(Saved data entries)
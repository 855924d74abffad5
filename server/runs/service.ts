import { and, desc, eq, sql } from "drizzle-orm";
import type { RunRecord, RunSummary } from "../../shared/schemas/runs";
import type { Db } from "../db/client";
import { runChunks, runs, users } from "../db/schema";
import { HttpError, notFound } from "../http/errors";
import { recordEvent } from "../services/audit";
import type { RunKinds, RunTarget } from "./kinds";
import type { JobSender } from "./queue";

type Row = typeof runs.$inferSelect & { createdByName: string | null };

const iso = (d: Date | null) => (d ? d.toISOString() : null);
const summary = (r: Row): RunSummary => ({
  id: r.id,
  lifeCycleId: r.lifeCycleId,
  datasetId: r.datasetId,
  kind: r.kind,
  status: r.status,
  progress: r.chunksTotal > 0 ? r.chunksDone / r.chunksTotal : 0,
  chunksDone: r.chunksDone,
  chunksTotal: r.chunksTotal,
  settings: r.settings,
  error: r.error,
  createdBy: r.createdByName,
  createdAt: r.createdAt.toISOString(),
  startedAt: iso(r.startedAt),
  finishedAt: iso(r.finishedAt),
});

const selectRows = (db: Db) => db.select({ run: runs, createdByName: users.name }).from(runs).leftJoin(users, eq(users.id, runs.createdBy));

/** The Study a run belongs to, for the role check. */
export async function studyOfRun(db: Db, runId: string): Promise<string | null> {
  const [r] = await db.select({ studyId: runs.studyId }).from(runs).where(eq(runs.id, runId));
  return r?.studyId ?? null;
}

export async function listRuns(db: Db, lifeCycleId: string): Promise<RunSummary[]> {
  const rows = await selectRows(db).where(eq(runs.lifeCycleId, lifeCycleId)).orderBy(desc(runs.createdAt)).limit(100);
  return rows.map((r) => summary({ ...r.run, createdByName: r.createdByName }));
}

export async function listDatasetRuns(db: Db, datasetId: string): Promise<RunSummary[]> {
  const rows = await selectRows(db).where(eq(runs.datasetId, datasetId)).orderBy(desc(runs.createdAt)).limit(100);
  return rows.map((r) => summary({ ...r.run, createdByName: r.createdByName }));
}

export async function getRun(db: Db, runId: string): Promise<RunRecord> {
  const [r] = await selectRows(db).where(eq(runs.id, runId));
  if (!r) throw notFound("No such run.");
  return { ...summary({ ...r.run, createdByName: r.createdByName }), result: r.run.result ?? null };
}

/**
 * Checks the settings with the kind's rules (a 400 names the field before
 * anything is queued), stores the run and its chunk rows, then queues one job per chunk.
 */
export async function createRun(
  db: Db,
  deps: { kinds: RunKinds; jobs: JobSender },
  target: RunTarget,
  userId: string,
  request: { kind: string; settings?: unknown },
): Promise<RunRecord> {
  const kind = deps.kinds[request.kind];
  if (!kind) throw new HttpError(400, `Unknown run kind “${request.kind}”.`, "bad_request", [{ path: "kind", message: "Unknown run kind." }]);
  const { input, settings, chunks } = await kind.prepare(db, target, request.settings);
  const runId = await db.transaction(async (tx) => {
    const [row] = await tx
      .insert(runs)
      .values({ studyId: target.studyId, lifeCycleId: target.lifeCycleId, datasetId: target.datasetId ?? null, kind: request.kind, input: input as object, settings: settings as object, chunksTotal: chunks, createdBy: userId })
      .returning({ id: runs.id });
    await tx.insert(runChunks).values(Array.from({ length: chunks }, (_, chunkIndex) => ({ runId: row!.id, chunkIndex })));
    await recordEvent(tx, { studyId: target.studyId, actorId: userId, action: "run.created", summary: `started a ${request.kind} run (${chunks} chunks)`, details: { runId: row!.id, lifeCycleId: target.lifeCycleId, datasetId: target.datasetId ?? null } });
    return row!.id;
  });
  try {
    await deps.jobs.sendChunks(Array.from({ length: chunks }, (_, chunkIndex) => ({ runId, chunkIndex })));
  } catch (err) {
    await db.update(runs).set({ status: "failed", error: "The job queue could not be reached; start the run again.", finishedAt: new Date() }).where(eq(runs.id, runId));
    throw err;
  }
  return getRun(db, runId);
}

export async function cancelRun(db: Db, runId: string, userId: string): Promise<RunRecord> {
  await db.transaction(async (tx) => {
    const [row] = await tx
      .update(runs)
      .set({ status: "cancelled", finishedAt: new Date() })
      .where(and(eq(runs.id, runId), sql`${runs.status} in ('queued', 'running')`))
      .returning();
    if (!row) throw new HttpError(409, "This run has already finished.");
    await recordEvent(tx, { studyId: row.studyId, actorId: userId, action: "run.cancelled", summary: `cancelled a ${row.kind} run`, details: { runId } });
  });
  return getRun(db, runId);
}
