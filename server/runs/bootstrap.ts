import { randomInt } from "node:crypto";
import { ZodError } from "zod";
import { bootstrapLambdas, estimateStageFates, groupByStage, summarizeBootstrap, type FateSample } from "../../shared/fielddata";
import { BootstrapSettingsSchema, type BootstrapRunResult, type BootstrapRunSettings } from "../../shared/schemas/field-data";
import type { Db } from "../db/client";
import { HttpError, zodFields } from "../http/errors";
import { getDataset, loadFateSample } from "../services/field-data";
import type { RunKind } from "./kinds";

/** Resamples per chunk: well under a second for a few thousand records. */
export const RESAMPLES_PER_CHUNK = 250;

/** Everything a bootstrap run needs, frozen when it starts: the records themselves, not a reference to them. */
export interface BootstrapInput {
  datasetId: string;
  datasetName: string;
  settings: BootstrapRunSettings;
  seed: number;
  stages: string[];
  stage: number[];
  fate: number[];
  /** null where no offspring were recorded. */
  offspring: (number | null)[];
  lambda: number;
}

const badSettings = (fields: { path: string; message: string }[]) =>
  new HttpError(400, `settings.${fields[0]!.path}: ${fields[0]!.message}`, "bad_request", fields.map((f) => ({ ...f, path: `settings.${f.path}` })));

function sampleOf(input: BootstrapInput): FateSample {
  return {
    stages: input.stages,
    stage: Int32Array.from(input.stage),
    fate: Int32Array.from(input.fate),
    offspring: Float64Array.from(input.offspring, (o) => (o === null ? NaN : o)),
  };
}

const estimateOptions = (s: BootstrapRunSettings) => ({ census: s.analysis.census, offspringSurvival: s.analysis.offspringSurvival, method: s.analysis.method });

export const bootstrapRun: RunKind<BootstrapInput, number[], BootstrapRunResult> = {
  async prepare(db: Db, target, raw) {
    if (!target.datasetId) throw new HttpError(400, "A bootstrap run works on a stage-fate dataset: start it from the dataset's page in Field data.");
    let settings: BootstrapRunSettings;
    try {
      settings = BootstrapSettingsSchema.parse(raw ?? {});
    } catch (err) {
      if (err instanceof ZodError) throw badSettings(zodFields(err));
      throw err;
    }
    const dataset = await getDataset(db, target.datasetId);
    const { sample } = await loadFateSample(db, target.datasetId, { site: settings.analysis.site, year: settings.analysis.year });
    if (sample.stage.length === 0) throw badSettings([{ path: "analysis", message: "No records match this site and year." }]);
    const estimate = estimateStageFates(sample, estimateOptions(settings));
    if (estimate.lambda === null) throw badSettings([{ path: "analysis", message: "λ cannot be estimated from these records." }]);
    const seed = settings.seed ?? randomInt(0, 2 ** 31);
    const input: BootstrapInput = {
      datasetId: target.datasetId,
      datasetName: dataset.name,
      settings: { ...settings, seed },
      seed,
      stages: [...sample.stages],
      stage: Array.from(sample.stage),
      fate: Array.from(sample.fate),
      offspring: Array.from(sample.offspring, (o) => (Number.isNaN(o) ? null : o)),
      lambda: estimate.lambda,
    };
    return { input, settings: input.settings, chunks: Math.ceil(settings.resamples / RESAMPLES_PER_CHUNK) };
  },

  runChunk(input, chunkIndex) {
    const count = Math.min(RESAMPLES_PER_CHUNK, input.settings.resamples - chunkIndex * RESAMPLES_PER_CHUNK);
    if (count <= 0) throw new Error(`Chunk ${chunkIndex} is not in the run's plan.`);
    const s = input.settings.analysis;
    const lambdas = bootstrapLambdas(groupByStage(sampleOf(input)), { census: s.census, offspringSurvival: s.census === "pre-breeding" ? s.offspringSurvival : 1, newbornStage: 0 }, { seed: input.seed, stream: chunkIndex, count });
    return Array.from(lambdas);
  },

  merge(input, partials) {
    const all = partials.flat();
    const summary = summarizeBootstrap(all, input.lambda);
    const recordsPerStage = input.stages.map((_, j) => input.stage.filter((s) => s === j).length);
    return { ...summary, datasetId: input.datasetId, datasetName: input.datasetName, stages: input.stages, recordsPerStage, settings: input.settings.analysis, seed: input.seed };
  },
};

**ASSIGNMENT**
If a line in the entries above contains "orderBy", report it.

**WRITTEN ANSWER**
  const rows = await selectRows(db).where(eq(runs.lifeCycleId, lifeCycleId)).orderBy(desc(runs.createdAt)).limit(100);
  const rows = await selectRows(db).where(eq(runs.datasetId, datasetId)).orderBy(desc(runs.createdAt)).limit(100);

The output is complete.